Waarom je wiskunde zou moeten nemen - het maakt niet uit welke wetenschap je studeert

Wetenschap en wiskunde gaan hand in hand. Wiskunde kan worden beschouwd als een soort taal. Het is met name een kwantitatieve taal waarmee wetenschappers relaties en fenomenen objectief kunnen beschrijven.

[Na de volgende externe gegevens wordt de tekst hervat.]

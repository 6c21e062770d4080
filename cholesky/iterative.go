package cholesky

import (
	"context"
	"errors"
	"fmt"
	"math"
)

// Defaults of IterativeSettings.
const (
	// DefaultTolerance is the default relative residual ‖b − Θx‖₂/‖b‖₂ of iterative solves.
	DefaultTolerance = 1e-8
	// DefaultMaxIterations is the default iteration limit of iterative solves.
	DefaultMaxIterations = 1000
)

// ErrNotConverged is returned (wrapped) by the iterative solvers when the iteration limit is
// reached before the requested residual.
var ErrNotConverged = errors.New("cholesky: conjugate gradients did not reach the tolerance")

// IterativeSettings configures ConjugateGradient and Factor.SolveExactTo. The zero value, or
// nil, means the defaults.
type IterativeSettings struct {
	// Tolerance is the requested relative residual ‖b − Θx‖₂/‖b‖₂. 0 means DefaultTolerance.
	Tolerance float64
	// MaxIterations bounds the number of iterations. 0 means DefaultMaxIterations.
	MaxIterations int
	// Workers is the number of goroutines of the exact product Θ·v. 0 means GOMAXPROCS.
	Workers int
}

func (s *IterativeSettings) withDefaults() IterativeSettings {
	var out IterativeSettings
	if s != nil {
		out = *s
	}
	if out.Tolerance == 0 {
		out.Tolerance = DefaultTolerance
	}
	if !(out.Tolerance > 0) || math.IsInf(out.Tolerance, 0) {
		panic(fmt.Sprintf("cholesky: tolerance %v, want a finite value > 0", out.Tolerance))
	}
	if out.MaxIterations == 0 {
		out.MaxIterations = DefaultMaxIterations
	}
	if out.MaxIterations < 0 {
		panic(fmt.Sprintf("cholesky: %d maximum iterations, want ≥ 0", out.MaxIterations))
	}
	return out
}

// IterativeResult reports an iterative solve.
type IterativeResult struct {
	// Iterations is the number of conjugate-gradient iterations (one product Θ·p each).
	Iterations int
	// Products is the number of products with Θ, the iterations plus the residual checks.
	Products int
	// Residual is the final relative residual ‖b − Θx‖₂/‖b‖₂, computed afresh from x with the
	// operator (not the recursively updated residual of the iteration).
	Residual float64
	// Converged reports Residual ≤ Tolerance.
	Converged bool
	// RitzMin and RitzMax estimate the smallest and largest eigenvalues of the preconditioned
	// operator P·A: they are the extreme eigenvalues (Ritz values) of the Lanczos tridiagonal
	// matrix that conjugate gradients builds implicitly from its step lengths α and β
	// (Y. Saad, Iterative Methods for Sparse Linear Systems, 2nd ed., SIAM 2003, §6.7.3). In
	// exact arithmetic they lie inside [λmin(PA), λmax(PA)] (Cauchy interlacing) and move out
	// to the extremes as the iteration goes on, so RitzMax/RitzMin is an estimate, and in
	// exact arithmetic a lower bound, of the condition number κ(PA) that governs the
	// iteration count. After a restart (see ConjugateGradient) they combine both runs. Both
	// are 0 when no iteration ran.
	RitzMin, RitzMax float64
}

// ConditionEstimate returns RitzMax/RitzMin, the estimate of κ(PA), or 0 when no iteration ran.
func (r IterativeResult) ConditionEstimate() float64 {
	if r.RitzMin == 0 {
		return 0
	}
	return r.RitzMax / r.RitzMin
}

// Operator sets dst = A v for a symmetric positive definite A; dst and v do not overlap.
type Operator func(ctx context.Context, dst, v []float64) error

// Preconditioner sets dst = P r for a symmetric positive definite P ≈ A⁻¹; dst and r do not
// overlap.
type Preconditioner func(dst, r []float64)

// ConjugateGradient solves A x = b by preconditioned conjugate gradients from x₀ = 0, writes x
// to dst (allocated when nil) and returns it with the result. precond nil means none (P = I).
// When the recursive residual reaches the tolerance, the true residual b − A x is computed
// with one more product; if it is still above the tolerance, the iteration restarts from it.
// The returned result always carries the true final residual.
//
// It returns an error wrapping ErrNotConverged if s.MaxIterations iterations do not reach the
// tolerance (dst then holds the last iterate), an error if A is found not positive definite
// (pᵀAp ≤ 0) or a value is not finite, and the operator's error (such as a cancelled
// context). It panics if dst (when not nil) and b differ in length. Cost: one product and one
// preconditioner application per iteration plus O(N).
//
// The iteration is Algorithm 11.5.1 of G. H. Golub, C. F. Van Loan, Matrix Computations,
// 4th ed., 2013 (preconditioned conjugate gradients).
func ConjugateGradient(ctx context.Context, dst, b []float64, op Operator, precond Preconditioner, s *IterativeSettings) (_ []float64, res IterativeResult, _ error) {
	set := s.withDefaults()
	n := len(b)
	if dst == nil {
		dst = make([]float64, n)
	} else if len(dst) != n {
		panic("cholesky: dst and b differ in length")
	}
	x := dst
	clear(x)
	normB := norm2(b)
	if normB == 0 {
		res.Converged = true
		return x, res, nil
	}
	r := append([]float64(nil), b...)
	z := make([]float64, n)
	p := make([]float64, n)
	q := make([]float64, n)
	applyP := func() {
		if precond == nil {
			copy(z, r)
		} else {
			precond(z, r)
		}
	}
	// trueResidual sets r = b − A x and returns ‖r‖/‖b‖.
	trueResidual := func() (float64, error) {
		if err := op(ctx, q, x); err != nil {
			return 0, err
		}
		res.Products++
		for i := range r {
			r[i] = b[i] - q[i]
		}
		return norm2(r) / normB, nil
	}
	applyP()
	copy(p, z)
	rz := dot(r, z)
	rel := 1.0
	// The Lanczos tridiagonal of the current run (since the start or the last restart):
	// diagonal diag, off-diagonal off, with the previous step's α and β in alphaPrev, betaPrev.
	var diag, off []float64
	alphaPrev, betaPrev := 0.0, 0.0
	ritz := false // whether a run has set res.RitzMin and res.RitzMax
	endRun := func() {
		if len(diag) == 0 {
			return
		}
		lo, hi := tridiagonalExtremes(diag, off)
		if !ritz {
			res.RitzMin, res.RitzMax, ritz = lo, hi, true
		} else {
			res.RitzMin, res.RitzMax = min(res.RitzMin, lo), max(res.RitzMax, hi)
		}
		diag, off = diag[:0], off[:0]
	}
	defer endRun() // res is a named result, so every return below reports the last run
	for res.Iterations < set.MaxIterations {
		if err := op(ctx, q, p); err != nil {
			return x, res, err
		}
		res.Iterations++
		res.Products++
		pq := dot(p, q)
		if !(pq > 0) || math.IsInf(pq, 0) {
			return x, res, fmt.Errorf("cholesky: conjugate gradients: pᵀAp = %v at iteration %d: the operator is not positive definite or not finite", pq, res.Iterations)
		}
		alpha := rz / pq
		if len(diag) == 0 {
			diag = append(diag, 1/alpha)
		} else {
			diag = append(diag, 1/alpha+betaPrev/alphaPrev)
			off = append(off, math.Sqrt(betaPrev)/alphaPrev)
		}
		alphaPrev = alpha
		for i := range x {
			x[i] += alpha * p[i]
			r[i] -= alpha * q[i]
		}
		rel = norm2(r) / normB
		if rel <= set.Tolerance {
			var err error
			if rel, err = trueResidual(); err != nil {
				return x, res, err
			}
			if rel <= set.Tolerance {
				res.Residual, res.Converged = rel, true
				return x, res, nil
			}
			// Restart from the true residual.
			endRun()
			applyP()
			copy(p, z)
			rz = dot(r, z)
			continue
		}
		applyP()
		rzNext := dot(r, z)
		if !(rzNext >= 0) {
			return x, res, fmt.Errorf("cholesky: conjugate gradients: rᵀPr = %v at iteration %d: the preconditioner is not positive definite or not finite", rzNext, res.Iterations)
		}
		beta := rzNext / rz
		betaPrev = beta
		rz = rzNext
		for i := range p {
			p[i] = z[i] + beta*p[i]
		}
	}
	var err error
	if rel, err = trueResidual(); err != nil {
		return x, res, err
	}
	res.Residual = rel
	if rel <= set.Tolerance {
		res.Converged = true
		return x, res, nil
	}
	return x, res, fmt.Errorf("%w: relative residual %.3g after %d iterations, tolerance %.3g", ErrNotConverged, rel, res.Iterations, set.Tolerance)
}

// SolveExactTo solves the exact system Θ x = b (Θ the kernel matrix of the factor's points and
// kernel, not the approximation Θ̃) by conjugate gradients with the factor as preconditioner,
// P = Θ̃⁻¹ = M Mᵀ, and the exact matrix-free product KernelMatrix.MulVecTo on s.Workers
// goroutines. It writes x to dst (allocated when nil) and returns dst and the result, whose
// Residual is ‖b − Θx‖₂/‖b‖₂ measured with the exact operator. Errors as ConjugateGradient;
// it panics if b (or dst, when not nil) does not have length N.
//
// Cost O(N² d) per iteration (the exact product), plus O(nnz) for the preconditioner: on two
// cores about a second per iteration at N = 10⁴ (see the bench package's report for measured
// times). The iteration count depends on how well Θ̃ approximates Θ; see the bench report.
func (f *Factor) SolveExactTo(ctx context.Context, dst, b []float64, s *IterativeSettings) ([]float64, IterativeResult, error) {
	f.checkLen(b, "b")
	if dst != nil {
		f.checkLen(dst, "dst")
	}
	set := s.withDefaults()
	theta := f.KernelMatrix()
	op := func(ctx context.Context, dst, v []float64) error {
		_, err := theta.MulVecTo(ctx, dst, v, set.Workers)
		return err
	}
	precond := func(dst, r []float64) { f.SolveTo(dst, r) }
	return ConjugateGradient(ctx, dst, b, op, precond, &set)
}

// tridiagonalExtremes returns the smallest and largest eigenvalues of the symmetric
// tridiagonal matrix with diagonal diag and off-diagonal off (len(off) = len(diag)−1), by
// bisection on Sturm sequence counts inside the Gershgorin interval (G. H. Golub,
// C. F. Van Loan, Matrix Computations, 4th ed., §8.4.1), each to adjacent floats or 200
// halvings. Cost O(k) per halving for k rows.
func tridiagonalExtremes(diag, off []float64) (lo, hi float64) {
	k := len(diag)
	glo, ghi := math.Inf(1), math.Inf(-1)
	for i, a := range diag {
		r := 0.0
		if i > 0 {
			r += math.Abs(off[i-1])
		}
		if i < k-1 {
			r += math.Abs(off[i])
		}
		glo, ghi = min(glo, a-r), max(ghi, a+r)
	}
	// below returns the number of eigenvalues < x: the negative pivots of T − xI (Sturm).
	below := func(x float64) int {
		count := 0
		q := 1.0
		for i, a := range diag {
			if i == 0 {
				q = a - x
			} else {
				q = a - x - off[i-1]*off[i-1]/q
			}
			if q == 0 {
				q = -math.SmallestNonzeroFloat64 // perturb a zero pivot (counted as negative)
			}
			if q < 0 {
				count++
			}
		}
		return count
	}
	// eigenvalue returns the i-th smallest (0-based) by bisection of [glo, ghi].
	eigenvalue := func(i int) float64 {
		a, b := glo, ghi
		for range 200 {
			mid := a + (b-a)/2
			if mid <= a || mid >= b {
				break
			}
			if below(mid) > i {
				b = mid
			} else {
				a = mid
			}
		}
		return a + (b-a)/2
	}
	return eigenvalue(0), eigenvalue(k - 1)
}

func dot(a, b []float64) float64 {
	var s float64
	for i, v := range a {
		s += v * b[i]
	}
	return s
}

// norm2 returns ‖a‖₂ without overflow for the values the solvers see (plain sum of squares).
func norm2(a []float64) float64 { return math.Sqrt(dot(a, a)) }
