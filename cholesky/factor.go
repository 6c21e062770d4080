package cholesky

import (
	"context"
	"errors"
	"fmt"
	"math"
	"runtime"
	"sync/atomic"
	"time"

	"golang.org/x/sync/errgroup"
	"gonum.org/v1/gonum/blas"
	"gonum.org/v1/gonum/blas/blas64"
	"gonum.org/v1/gonum/lapack/lapack64"

	"github.com/kchol/kchol/kernels"
	"github.com/kchol/kchol/ordering"
)

// DefaultNeighbors is the number m of nearest coarser points per column of the default
// (nearest-neighbour) pattern.
const DefaultNeighbors = 30

// Settings configures New. The zero value, or nil, gives the nearest-neighbour pattern with
// m = DefaultNeighbors on GOMAXPROCS workers.
type Settings struct {
	// Rho, when > 0, selects the radius pattern S_ρ with this ρ; +Inf gives the full lower
	// triangle (the exact factor). 0 means the nearest-neighbour pattern.
	Rho float64
	// Neighbors is m for the nearest-neighbour pattern (used when Rho is 0). 0 means
	// DefaultNeighbors.
	Neighbors int
	// Workers is the number of goroutines computing columns. 0 means GOMAXPROCS.
	Workers int
}

func (s *Settings) withDefaults() Settings {
	var out Settings
	if s != nil {
		out = *s
	}
	if out.Rho == 0 && out.Neighbors == 0 {
		out.Neighbors = DefaultNeighbors
	}
	if out.Rho != 0 {
		out.Neighbors = 0
	}
	if out.Workers <= 0 {
		out.Workers = runtime.GOMAXPROCS(0)
	}
	return out
}

// Timings records the wall-clock time of each phase of New.
type Timings struct {
	Ordering, Pattern, Factor time.Duration
}

// Factor is a sparse lower-triangular L in the reverse maximin positions with
// Θ⁻¹ ≈ L Lᵀ (the KL-optimal factor on its pattern). Its methods take and return vectors in
// the user's point order. A Factor is safe for concurrent use by its read-only methods.
type Factor struct {
	n, d   int
	kernel kernels.Kernel

	// points holds the points in position order: point p is points[p*d:(p+1)*d].
	points []float64
	// order[p] is the user index of position p; position[i] is the position of user index i.
	order, position []int
	// lengthScale[p] is the maximin length scale of position p.
	lengthScale []float64

	// rho and neighbors describe the pattern (exactly one is non-zero).
	rho       float64
	neighbors int

	// Column j of L has rows rows[colStart[j]:colStart[j+1]] (ascending positions, the first
	// being j) and values values[colStart[j]:colStart[j+1]].
	colStart []int64
	rows     []int32
	values   []float64

	// jittered counts the columns whose local block needed a diagonal jitter.
	jittered int
	timings  Timings
}

// New orders the points (flat, row-major, d per point, in the user's order) by reverse
// maximin, builds the pattern chosen in s and computes the KL-optimal factor of the kernel
// matrix Θᵢⱼ = k(xᵢ, xⱼ) (+ nugget on the diagonal). The points are copied, never modified.
//
// It returns an error if the points contain NaN or Inf, if two points coincide and the kernel
// has no nugget, if a local block is not numerically positive definite even after jitter, or
// if ctx is cancelled. It panics if d does not match k.Dim() or len(points) is not a multiple
// of d. Cost: O(N log² N) ordering and pattern, O(N m³) factor for m rows per column.
//
// The method is that of F. Schäfer, M. Katzfuss, H. Owhadi, Sparse Cholesky factorization by
// Kullback–Leibler minimization, SIAM J. Sci. Comput. 43(3), 2021, which is the Vecchia
// approximation (A. V. Vecchia, J. R. Stat. Soc. B 50, 1988) in a maximin ordering.
func New(ctx context.Context, points []float64, d int, k kernels.Kernel, s *Settings) (*Factor, error) {
	if d < 1 || len(points)%d != 0 {
		panic("cholesky: len(points) is not a multiple of d ≥ 1")
	}
	if k.Dim() != d {
		panic(fmt.Sprintf("cholesky: kernel dimension %d, points dimension %d", k.Dim(), d))
	}
	set := s.withDefaults()
	n := len(points) / d
	if n == 0 {
		return nil, errors.New("cholesky: no points")
	}
	if n >= math.MaxInt32 {
		return nil, fmt.Errorf("cholesky: %d points, at most %d supported", n, math.MaxInt32-1)
	}
	for i, v := range points {
		if math.IsNaN(v) || math.IsInf(v, 0) {
			return nil, fmt.Errorf("cholesky: point %d coordinate %d is %v", i/d, i%d, v)
		}
	}
	start := time.Now()
	ord := ordering.ReverseMaximin(points, d, nil)
	orderTime := time.Since(start)
	if err := ctx.Err(); err != nil {
		return nil, err
	}
	permuted := make([]float64, len(points))
	for p, i := range ord.Order {
		copy(permuted[p*d:(p+1)*d], points[i*d:(i+1)*d])
	}
	start = time.Now()
	var pat *ordering.Pattern
	if set.Rho > 0 {
		pat = ordering.Radius(permuted, d, ord.LengthScale, set.Rho)
	} else {
		pat = ordering.NearestNeighbors(permuted, d, set.Neighbors)
	}
	patternTime := time.Since(start)
	f, err := newFromPattern(ctx, permuted, d, k, ord, pat, set)
	if err != nil {
		return nil, err
	}
	f.timings.Ordering, f.timings.Pattern = orderTime, patternTime
	return f, nil
}

// NewFromPattern computes the KL-optimal factor on a given ordering and pattern. points are in
// the user's order; pat is in the positions of ord (as ordering.Radius and
// ordering.NearestNeighbors build it). Only s.Workers is used from s. Errors and cost as New.
func NewFromPattern(ctx context.Context, points []float64, d int, k kernels.Kernel, ord ordering.Ordering, pat *ordering.Pattern, s *Settings) (*Factor, error) {
	if d < 1 || len(points)%d != 0 {
		panic("cholesky: len(points) is not a multiple of d ≥ 1")
	}
	if k.Dim() != d {
		panic(fmt.Sprintf("cholesky: kernel dimension %d, points dimension %d", k.Dim(), d))
	}
	n := len(points) / d
	if len(ord.Order) != n || pat.N() != n {
		panic("cholesky: ordering or pattern size does not match the points")
	}
	permuted := make([]float64, len(points))
	for p, i := range ord.Order {
		copy(permuted[p*d:(p+1)*d], points[i*d:(i+1)*d])
	}
	set := s.withDefaults()
	set.Rho, set.Neighbors = 0, 0
	return newFromPattern(ctx, permuted, d, k, ord, pat, set)
}

func newFromPattern(ctx context.Context, permuted []float64, d int, k kernels.Kernel, ord ordering.Ordering, pat *ordering.Pattern, set Settings) (*Factor, error) {
	n := len(permuted) / d
	f := &Factor{
		n: n, d: d, kernel: k,
		points:      permuted,
		order:       ord.Order,
		position:    make([]int, n),
		lengthScale: ord.LengthScale,
		rho:         set.Rho,
		neighbors:   set.Neighbors,
		colStart:    pat.ColStart,
		rows:        pat.Rows,
		values:      make([]float64, len(pat.Rows)),
	}
	for p, i := range f.order {
		f.position[i] = p
	}
	if err := f.checkDuplicates(); err != nil {
		return nil, err
	}
	start := time.Now()
	if err := f.compute(ctx, set.Workers); err != nil {
		return nil, err
	}
	f.timings.Factor = time.Since(start)
	return f, nil
}

// checkDuplicates returns an error naming two coinciding points when the kernel has no nugget.
func (f *Factor) checkDuplicates() error {
	if kernels.NuggetOf(f.kernel) > 0 {
		return nil
	}
	for p, l := range f.lengthScale {
		if l != 0 {
			continue
		}
		xp := f.point(p)
		for q := p + 1; q < f.n; q++ {
			if equalPoints(xp, f.point(q)) {
				return fmt.Errorf("cholesky: points %d and %d coincide: the kernel matrix is singular; remove duplicates or set a nugget", f.order[p], f.order[q])
			}
		}
		return fmt.Errorf("cholesky: point %d duplicates another point; remove duplicates or set a nugget", f.order[p])
	}
	return nil
}

func equalPoints(a, b []float64) bool {
	for i := range a {
		if a[i] != b[i] {
			return false
		}
	}
	return true
}

func (f *Factor) point(p int) []float64 { return f.points[p*f.d : (p+1)*f.d] }

// columnsPerTask is the number of consecutive columns one task computes.
const columnsPerTask = 64

// serialColumns is the size below which New computes on one goroutine.
const serialColumns = 512

// compute fills f.values column by column on workers goroutines. Each worker owns a
// workspace sized for the largest column and writes only its columns' values, so the result
// is the same bits for any worker count.
func (f *Factor) compute(ctx context.Context, workers int) error {
	maxRows := 0
	for j := range f.n {
		maxRows = max(maxRows, int(f.colStart[j+1]-f.colStart[j]))
	}
	tasks := (f.n + columnsPerTask - 1) / columnsPerTask
	if f.n < serialColumns {
		workers = 1
	}
	workers = min(workers, tasks)
	var next atomic.Int64
	var jittered atomic.Int64
	g, ctx := errgroup.WithContext(ctx)
	g.SetLimit(workers)
	for range workers {
		g.Go(func() error {
			w := newWorkspace(maxRows)
			for {
				t := int(next.Add(1) - 1)
				if t >= tasks {
					return nil
				}
				if err := ctx.Err(); err != nil {
					return err
				}
				for j := t * columnsPerTask; j < min(f.n, (t+1)*columnsPerTask); j++ {
					used, err := f.column(j, w)
					if err != nil {
						return err
					}
					if used {
						jittered.Add(1)
					}
				}
			}
		})
	}
	if err := g.Wait(); err != nil {
		return err
	}
	f.jittered = int(jittered.Load())
	return nil
}

// workspace is one worker's scratch memory.
type workspace struct {
	block []float64
	index []int32
}

func newWorkspace(maxRows int) *workspace {
	return &workspace{block: make([]float64, maxRows*maxRows), index: make([]int32, maxRows)}
}

// jitters are the diagonal shifts, relative to the largest diagonal entry of the local block,
// tried in turn when a local block is not numerically positive definite.
var jitters = [...]float64{0, 1e-12, 1e-10, 1e-8}

// column computes column j: with s its rows listed so that j comes last, Θ_{s,s} = C Cᵀ and
// L_{s,j} = C⁻ᵀ e_last. It reports whether a jitter was needed.
func (f *Factor) column(j int, w *workspace) (bool, error) {
	rows := f.rows[f.colStart[j]:f.colStart[j+1]]
	m := len(rows)
	idx := w.index[:m]
	for a, r := range rows {
		idx[m-1-a] = r
	}
	a := w.block[:m*m]
	for attempt, jitter := range jitters {
		kernels.FillLower(f.kernel, a, m, f.points, idx)
		if jitter > 0 {
			var diag float64
			for i := range m {
				diag = max(diag, a[i*m+i])
			}
			for i := range m {
				a[i*m+i] += jitter * diag
			}
		}
		t, ok := lapack64.Potrf(blas64.Symmetric{Uplo: blas.Lower, N: m, Stride: m, Data: a})
		if !ok {
			continue
		}
		// Solve Cᵀ v = e_last in place in the workspace's last row of a's upper part: use
		// the column vector stored in values directly (reversed back to ascending rows).
		vals := f.values[f.colStart[j]:f.colStart[j+1]]
		// v in reversed order is written into vals reversed: vals[a] = v[m-1-a].
		v := blas64.Vector{N: m, Inc: -1, Data: vals}
		for i := range vals {
			vals[i] = 0
		}
		vals[0] = 1 // v[m-1] = 1 before the solve
		blas64.Trsv(blas.Trans, t, v)
		for _, x := range vals {
			if math.IsNaN(x) || math.IsInf(x, 0) {
				return false, fmt.Errorf("cholesky: column of point %d is not finite", f.order[j])
			}
		}
		return attempt > 0, nil
	}
	return false, fmt.Errorf("cholesky: the local kernel matrix of point %d (%d rows, length scale %.3g) is not numerically positive definite even with jitter %g; points may nearly coincide: set a nugget", f.order[j], m, f.lengthScale[j], jitters[len(jitters)-1])
}
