// WriteTo writes f to w in the binary factor format, version FormatVersion, and returns the
// number of bytes written; it implements io.WriterTo. Read and ReadFile load the file back
// with every field bitwise equal (the construction timings are not stored).
//
// Only kernels.Stationary (or a non-nil *kernels.Stationary) is serialisable: WriteTo returns
// an error, having written nothing, for any other kernel. The kernel is stored normalised
// (Dimension = d). Cost O(N·d + nnz) time, O(1) memory beyond a 64 KiB buffer.
//
// The layout, little-endian throughout, floats IEEE 754 binary64, no padding:
//
//	offset  size      type     field
//	0       8         bytes    magic: the ASCII bytes "KCHOLFAC"
//	8       4         uint32   format version, 2 (version 1 files, with bytes 50–55 zero, are read too)
//	12      4         uint32   d, the dimension of the points, 1 ≤ d ≤ 65536
//	16      8         uint64   N, the number of points, 1 ≤ N < 2³¹−1
//	24      8         uint64   nnz, the number of stored entries of L, N ≤ nnz ≤ min(N(N+1)/2, 2⁵⁶)
//	32      8         float64  ρ of the radius pattern; 0 if not a radius pattern, else > 0 (+Inf: full)
//	40      4         uint32   m of the nearest-neighbour pattern; 0 if not one. ρ and m are not
//	                           both non-zero; both 0 means a pattern given by the caller
//	44      4         uint32   number of columns whose local block needed a jitter, ≤ N
//	48      1         uint8    kernel family: 1 Matérn 1/2, 2 Matérn 3/2, 3 Matérn 5/2, 4 Gaussian
//	49      1         uint8    length-scale kind: 0 one length scale shared by all dimensions
//	                           (s = 1), 1 one per dimension (s = d)
//	50      1         uint8    selection of the nearest-neighbour pattern: 0 the m nearest, 1 greedy
//	                           per column, 2 greedy per supernode (version 2; 0 in version 1)
//	51      1         -        reserved, zero
//	52      4         uint32   candidates c of the greedy selection; 0 unless greedy (version 2)
//	56      8         float64  variance σ² (0 means 1, as in kernels.Stationary)
//	64      8         float64  nugget, ≥ 0
//	72      8·s       float64  the length scale(s) of the kernel, finite and > 0
//	A       8·N·d     float64  points in position order, row-major: point p at A + 8·d·p
//	        4·N       uint32   order: the user index (input row) of position p, a permutation
//	        8·N       float64  maximin length scale ℓ of position p, ≥ 0 or +Inf
//	        8·(N+1)   uint64   column starts: column j's entries are [start[j], start[j+1]),
//	                           start[0] = 0, start[N] = nnz, each column non-empty
//	        4·nnz     int32    row positions, strictly ascending within a column, the first
//	                           row of column j being j (the diagonal), all < N
//	        8·nnz     float64  values of L, finite, diagonal entries > 0
//	        4         uint32   CRC-32C (Castagnoli polynomial) of all preceding bytes
//
// with A = 72 + 8·s. The total size is 84 + 8·s + 8·N·d + 20·N + 12·nnz bytes. Position 0 is
// the finest point; L is lower triangular in positions, and Θ⁻¹ ≈ Π L Lᵀ Πᵀ with Π mapping
// position p to user index order[p]. The construction timings are not stored.
func (f *Factor) WriteTo(w io.Writer) (int64, error) {
	k, err := stationaryOf(f.kernel)
	if err != nil {
		return 0, err
	}
	if f.neighbors > math.MaxUint32 {
		return 0, fmt.Errorf("cholesky: cannot write a factor with m = %d neighbours (at most %d)", f.neighbors, uint32(math.MaxUint32))
	}
	e := &encoder{w: w, buf: make([]byte, 0, chunkSize)}
	e.bytes([]byte(fileMagic))
	e.u32(FormatVersion)
	e.u32(uint32(f.d))
	e.u64(uint64(f.n))
	e.u64(uint64(f.colStart[f.n]))
	e.f64(f.rho)
	e.u32(uint32(f.neighbors))
	e.u32(uint32(f.jittered))
	e.bytes([]byte{familyCodes[k.Family]})
	scales := []float64{k.LengthScale}
	if k.LengthScales != nil {
		scales = k.LengthScales
		e.bytes([]byte{1})
	} else {
		e.bytes([]byte{0})
	}
	var greedy byte
	switch {
	case f.joint:
		greedy = 2
	case f.greedy:
		greedy = 1
	}
	e.bytes([]byte{greedy, 0})
	e.u32(uint32(f.candidates))
	e.f64(k.Variance)
	e.f64(k.Nugget)
	e.f64s(scales)
	e.f64s(f.points)
	for _, i := range f.order {
		e.u32(uint32(i))
	}
	e.f64s(f.lengthScale)
	for _, s := range f.colStart {
		e.u64(uint64(s))
	}
	for j := range f.n {
		rows, _ := f.col(j)
		for _, r := range rows {
			e.u32(uint32(r))
		}
	}
	for _, b := range f.values {
		e.f64s(b)
	}
	e.flush()
	if e.err != nil {
		return e.n, e.err
	}
	var sum [4]byte
	binary.LittleEndian.PutUint32(sum[:], e.crc)
	m, err := w.Write(sum[:])
	return e.n + int64(m), err
}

Alle takken van wetenschap maken in verschillende mate gebruik van wiskunde. Algebra en trigonometrie maken het mogelijk om te werken met eenvoudige relaties tussen grootheden. Calculus en differentiaalvergelijkingen maken het mogelijk om te begrijpen hoe systemen in de loop van de tijd stapsgewijs veranderen. Exponentiële en logaritmische functies worden veel gebruikt bij het begrijpen van hoeveelheden waarvan de groei of afname afhangt van hun huidige toestand. En statistieken zijn ongelooflijk handig om te bepalen of en hoe het veranderen van iets in een systeem iets anders beïnvloedt.

Over het algemeen moet u, zelfs voor cursussen op inleidend niveau, vertrouwd zijn met het werken met getallen, ze in formules invoeren, de juiste volgorde van bewerkingen gebruiken en wetenschappelijke notatie hanteren. U moet ook een rekenmachine hebben en weten hoe u deze correct moet gebruiken.

instagram story viewer

Wiskunde in natuurkunde

Natuurkunde staat bekend als de tak van wetenschap die het meest verbonden is met wiskunde. Dit is geen verrassing, aangezien het begint met de studie van beweging, beschreven door kinematische vergelijkingen, en vanaf daar verder wordt opgebouwd.

Als je een natuurkundeles op de middelbare school of een algemene natuurkundeles op de universiteit volgt, dan is een sterke basis in algebra nuttig. Bij het bestuderen van beweging, krachten en meer moet je vergelijkingen en stelsels van vergelijkingen kunnen oplossen met een of meer variabelen.

Als je technische natuurkunde of meer geavanceerde natuurkunde volgt, moet je bekend zijn met calculus. Dat stelt u in staat om de afleiding van vergelijkingen aan te pakken en oplossingen te vinden voor complexere problemen, zoals die met betrekking tot de elektromagnetische vergelijkingen van Maxwell.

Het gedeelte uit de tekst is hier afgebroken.